Display Basics

Operating Principle of Liquid Crystal Displays

A liquid crystal display (LCD) has liquid crystal material sandwiched between two sheets of glass. Without any voltage applied between transparent electrodes, liquid crystal molecules are aligned in parallel with the glass surface. When voltage is applied, they change their direction, and they turn vertical to the glass surface. They vary in optical characteristics, depending on their orientation. Therefore, the quantity of light transmission can be controlled by combining the motion of liquid crystal molecules and the direction of polarization of two polarizing plates attached to both outer sides of the glass sheets. LCDs utilize these characteristics to display images.

TFT LCD

An LCD consists of many pixels. A pixel consists of three sub-pixels (Red/Green/Blue, RGB). In the case of Full-HD resolution, which is widely used for smartphones, there are more than six million (1,080 x 1,920 x 3 = 6,220,800) sub-pixels. To activate these millions of sub-pixels a TFT is required in each sub-pixel. TFT is an abbreviation for "Thin Film Transistor". A TFT is a kind of semiconductor device. It serves as a control valve to provide an appropriate voltage onto liquid crystals for individual sub-pixels. A TFT LCD has a liquid crystal layer between a glass substrate formed with TFTs and transparent pixel electrodes and another glass substrate with a color filter (RGB) and transparent counter electrodes. In addition, polarizers are placed on the outer side of each glass substrate and a backlight source on the back side. A change in voltage applied to liquid crystals changes the transmittance of the panel including the two polarizing plates, and thus changes the quantity of light that passes from the backlight to the front surface of the display. This principle allows the TFT LCD to produce full-color images.

OLED

OLEDs are light-emitting devices that utilize organic materials that can convert electrical energy into light (electroluminescence). They are called Organic Light Emitting Diodes (OLEDs) because their electrical current characteristics exhibit diode characteristics.　Because OLED displays are self-emitting, they are characterized by high contrast, fast response time, and thinness. The color of an OLED is specific to the organic material (organic molecules) and varies depending on its structure.

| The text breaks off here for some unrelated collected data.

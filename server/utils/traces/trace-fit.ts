/** Fitting an attached trace, and taking a record's rate from the fit (with the fit kept as the record's provenance). */
import { and, eq } from 'drizzle-orm'
import { fitDecay, type DecayFitResult } from '../../../shared/physics/decay-fit'
import { TIME_UNITS, type DecayParam } from '../../../shared/physics/decay'
import type { DecayFitRef, RateProvenance, RateRecordV1, TraceRef } from '../../../shared/records/types'
import { rethrowPhysics, httpError } from '../http/errors'
import { schema, useDb } from '../storage/db'
import type { Viewer } from '../accounts/auth'
import { checkRecords } from '../deposit/check'
import { ingestContext, recordValidator, replaceRecord } from '../deposit/drafts'
import { readTrace } from './traces'

const PARAM = { type: 'number' }
const PARAMS = {
  type: 'object',
  additionalProperties: false,
  properties: Object.fromEntries(['a1', 'tau1', 'a2', 'tau2', 'offset', 't0', 'irfFwhm'].map(k => [k, PARAM]))
}
/** How to fit a trace (the data come from the stored trace). */
export const TRACE_FIT_OPTIONS = {
  type: 'object',
  additionalProperties: false,
  required: ['model'],
  properties: {
    model: { enum: ['mono', 'bi'] },
    weighting: {
      enum: ['poisson', 'given', 'none'],
      description: 'default: given when the trace has σ, else poisson for emission, none otherwise'
    },
    irf: {
      type: 'object',
      additionalProperties: false,
      required: ['kind'],
      properties: {
        kind: { enum: ['none', 'gaussian', 'measured'] },
        fwhm: {
          type: 'number',
          exclusiveMinimum: 0,
          description: 'Gaussian response width, in the trace\'s time unit (fitted when left out)'
        },
        traceId: { type: 'integer', minimum: 1, description: 'the measured response: another trace of the same dataset' }
      }
    },
    fixed: PARAMS,
    initial: PARAMS,
    bounds: {
      type: 'object',
      additionalProperties: false,
      properties: Object.fromEntries(
        ['a1', 'tau1', 'a2', 'tau2', 'offset', 't0', 'irfFwhm'].map(k => [
          k,
          { type: 'array', items: PARAM, minItems: 2, maxItems: 2 }
        ])
      )
    }
  }
}
export interface TraceFitOptions {
  model: 'mono' | 'bi'
  weighting?: 'poisson' | 'given' | 'none'
  irf?: { kind: 'none' | 'gaussian' | 'measured', fwhm?: number, traceId?: number }
  fixed?: Partial<Record<DecayParam, number>>
  initial?: Partial<Record<DecayParam, number>>
  bounds?: Partial<Record<DecayParam, [number, number]>>
}
export const RATE_FROM_TRACE_BODY = {
  type: 'object',
  additionalProperties: false,
  required: ['traceId', 'fit'],
  properties: {
    traceId: { type: 'integer', minimum: 1 },
    fit: TRACE_FIT_OPTIONS,
    component: {
      enum: ['tau1', 'tau2'],
      description: 'the lifetime k is taken from (default tau1; of a bi-exponential, tau1 is the shorter)'
    },
    reference: {
      type: 'object',
      additionalProperties: false,
      required: ['traceId', 'fit'],
      description: 'the donor without acceptor: then k_ET = 1/τ − 1/τ_ref',
      properties: { traceId: { type: 'integer', minimum: 1 }, fit: TRACE_FIT_OPTIONS, component: { enum: ['tau1', 'tau2'] } }
    }
  }
}

type Trace = Awaited<ReturnType<typeof readTrace>>

/** Fits a stored trace; a measured response must be a trace of the same dataset. */
export async function fitTrace (
  viewer: Viewer | null,
  t: Trace,
  o: TraceFitOptions,
  at = ''
): Promise<{ result: DecayFitResult, irfSha256?: string }> {
  let irf: Parameters<typeof fitDecay>[0]['irf'] = { kind: 'none' }
  let irfSha256: string | undefined
  if (o.irf?.kind === 'gaussian') irf = { kind: 'gaussian', fwhm: o.irf.fwhm }
  if (o.irf?.kind === 'measured') {
    if (!o.irf.traceId)
      throw httpError(422, 'A measured response names its trace', [{ path: `${at}/irf/traceId`, message: 'is required' }])
    const r = await readTrace(viewer, o.irf.traceId)
    if (r.datasetId !== t.datasetId)
      throw httpError(422, 'The measured response must be a trace of the same dataset', [
        { path: `${at}/irf/traceId`, message: 'another dataset\'s trace' }
      ])
    if (r.timeUnit !== t.timeUnit)
      throw httpError(422, `The response is in ${r.timeUnit} and the trace in ${t.timeUnit}`, [
        { path: `${at}/irf/traceId`, message: 'time units differ' }
      ])
    irf = { kind: 'measured', times: r.points.times, signal: r.points.signal }
    irfSha256 = r.sha256
  }
  const weighting = o.weighting ?? (t.hasSigma ? 'given' : t.signalKind === 'emission' ? 'poisson' : 'none')
  if (weighting === 'given' && !t.hasSigma)
    throw httpError(422, 'The trace has no σ column to weight by', [{ path: `${at}/weighting`, message: 'no σ in the trace' }])
  try {
    const result = fitDecay({
      model: o.model,
      times: t.points.times,
      signal: t.points.signal,
      sigma: t.points.sigma,
      timeUnit: t.timeUnit,
      weighting,
      irf,
      fixed: o.fixed,
      initial: o.initial,
      bounds: o.bounds
    })
    return { result, irfSha256 }
  }
  catch (e) {
    rethrowPhysics(e, at)
  }
}

export const traceRef = (t: Trace): TraceRef => ({
  sha256: t.sha256,
  file: t.name,
  timeUnit: t.timeUnit,
  signal: t.signalKind,
  points: t.pointCount,
  ...(t.wavelengthNm !== null ? { wavelengthNm: t.wavelengthNm } : {})
})
function fitRef (r: DecayFitResult, component: 'tau1' | 'tau2', irfSha256?: string): DecayFitRef {
  return {
    model: r.model,
    irf: r.irf,
    ...(irfSha256 ? { irfSha256 } : {}),
    weighting: r.weighting,
    component,
    parameters: Object.fromEntries(
      Object.entries(r.parameters).map(([k, p]) => [k, { value: p.value, stderr: p.stderr, fixed: p.fixed }])
    ),
    chiSquaredReduced: r.chiSquaredReduced,
    status: r.status
  }
}

/** The lifetime a component names, in seconds, with its standard error; 422 when the fit cannot give one. */
function lifetimeOf (r: DecayFitResult, component: 'tau1' | 'tau2', at: string): { tau: number, se: number } {
  if (r.status === 'stalled')
    throw httpError(422, 'The fit did not converge; no rate is taken from it', [{ path: `${at}/fit`, message: 'fit stalled' }])
  const l = r.lifetimes.find(x => x.name === component)
  if (!l)
    throw httpError(422, `A ${r.model}-exponential fit has no ${component}`, [
      { path: `${at}/component`, message: 'no such lifetime' }
    ])
  if (l.stderr === null)
    throw httpError(422, `${component} has no standard error: the trace does not constrain it`, [
      { path: `${at}/component`, message: 'unconstrained' }
    ])
  const s = TIME_UNITS[r.timeUnit]
  return { tau: l.value * s, se: l.stderr * s }
}

/**
 * Fits the trace (and the reference), derives k = 1/τ or k_ET = 1/τ − 1/τ_ref with first-order error
 * propagation, and writes rate and provenance into the draft's record through the ordinary record checks.
 */
export async function rateFromTrace (
  viewer: Viewer,
  datasetId: number,
  versionId: number,
  recordId: number,
  b: {
    traceId: number
    fit: TraceFitOptions
    component?: 'tau1' | 'tau2'
    reference?: { traceId: number, fit: TraceFitOptions, component?: 'tau1' | 'tau2' }
  }
) {
  const db = await useDb()
  const [rec] = await db
    .select()
    .from(schema.rateRecords)
    .where(and(eq(schema.rateRecords.id, recordId), eq(schema.rateRecords.versionId, versionId)))
  if (!rec) throw httpError(404, 'No such record in this draft')
  const trace = await readTrace(viewer, b.traceId)
  if (trace.datasetId !== datasetId)
    throw httpError(422, 'The trace belongs to another dataset', [{ path: '/traceId', message: 'another dataset\'s trace' }])
  const main = await fitTrace(viewer, trace, b.fit, '/fit')
  const component = b.component ?? 'tau1'
  const { tau, se } = lifetimeOf(main.result, component, '')
  let value = 1 / tau
  let variance = (se / (tau * tau)) ** 2
  const provenance: RateProvenance = {
    trace: traceRef(trace),
    fit: fitRef(main.result, component, main.irfSha256),
    derivation: 'k = 1/τ'
  }
  const rate: RateRecordV1['rate'] = { value, uncertainty: 0, kind: 'unimolecular', method: 'direct' }
  let refFit: DecayFitResult | undefined
  if (b.reference) {
    const ref = await readTrace(viewer, b.reference.traceId)
    if (ref.datasetId !== datasetId)
      throw httpError(422, 'The reference trace belongs to another dataset', [
        { path: '/reference/traceId', message: 'another dataset\'s trace' }
      ])
    const rf = await fitTrace(viewer, ref, b.reference.fit, '/reference/fit')
    refFit = rf.result
    const rc = b.reference.component ?? 'tau1'
    const r = lifetimeOf(rf.result, rc, '/reference')
    value = 1 / tau - 1 / r.tau
    if (!(value > 0))
      throw httpError(
        422,
        `τ = ${(tau / TIME_UNITS[trace.timeUnit]).toPrecision(4)} ${trace.timeUnit} is not shorter than τ_ref = `
        + `${(r.tau / TIME_UNITS[ref.timeUnit]).toPrecision(4)} ${ref.timeUnit}: no transfer rate follows`,
        [{ path: '/reference', message: 'τ ≥ τ_ref' }]
      )
    variance += (r.se / (r.tau * r.tau)) ** 2
    Object.assign(provenance, {
      reference: traceRef(ref),
      referenceFit: fitRef(rf.result, rc, rf.irfSha256),
      derivation: 'k_ET = 1/τ − 1/τ_ref'
    })
    Object.assign(rate, { method: 'lifetimes', lifetimeS: tau, referenceLifetimeS: r.tau })
  }
  rate.value = value
  rate.uncertainty = Math.sqrt(variance)
  const data = { ...rec.data, rate, provenance }
  const res = await checkRecords([data], recordValidator(), await ingestContext(), '/record')
  if (res.issueCount) throw httpError(422, 'The record with this rate has problems; it was not changed', res.issues)
  await replaceRecord(versionId, recordId, res.records[0]!)
  return { id: recordId, rate: res.records[0]!.rate, provenance, fit: main.result, referenceFit: refFit, warnings: res.warnings }
}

OLED Structure and Light Emission Principle

OLEDs consist of an organic film of several hundred nanometers in thickness sandwiched between electrodes. Light is emitted through the three-step process of carrier injection from the electrode, carrier transport, and exciton generation by recombination. Because the organic material used typically has insulating characteristics, thin organic layers are used to conduct current, and a stacked structure made from the appropriate materials is required to reduce interfacial barriers. It is important to be able to control carrier balance and confine excitons to achieve efficient and stable luminescence. To achieve this, OLEDs generally use a multilayer stacked structure with each layer having its own function.

OLED Displays

The key components of an OLED display are a thin film transistor (TFT), OLED, encapsulation film (barrier film), polarizer and cover glass. The OLED film is generally formed by vacuum evaporation, which enables thin film formation on the order of 10 nm and multilayer OLED film formation. OLED displays have many pixels and are composed of three RGB (red-green-blue) sub-pixels. For an OLED display to be self-luminous, each sub-pixel must be patterned with an RGB light-emitting device. When forming the film by vacuum evaporation, patterning is usually done using a fine metal mask. OLED materials are generally susceptible to moisture and oxygen, and their characteristics deteriorate significantly when exposed to the atmosphere. Therefore, the OLED film must be protected by an encapsulating film with excellent barrier properties. In the past, encapsulation by glass lamination was used, but in recent years, solid-state encapsulation using resin has become more common, enabling thinner and more flexible displays.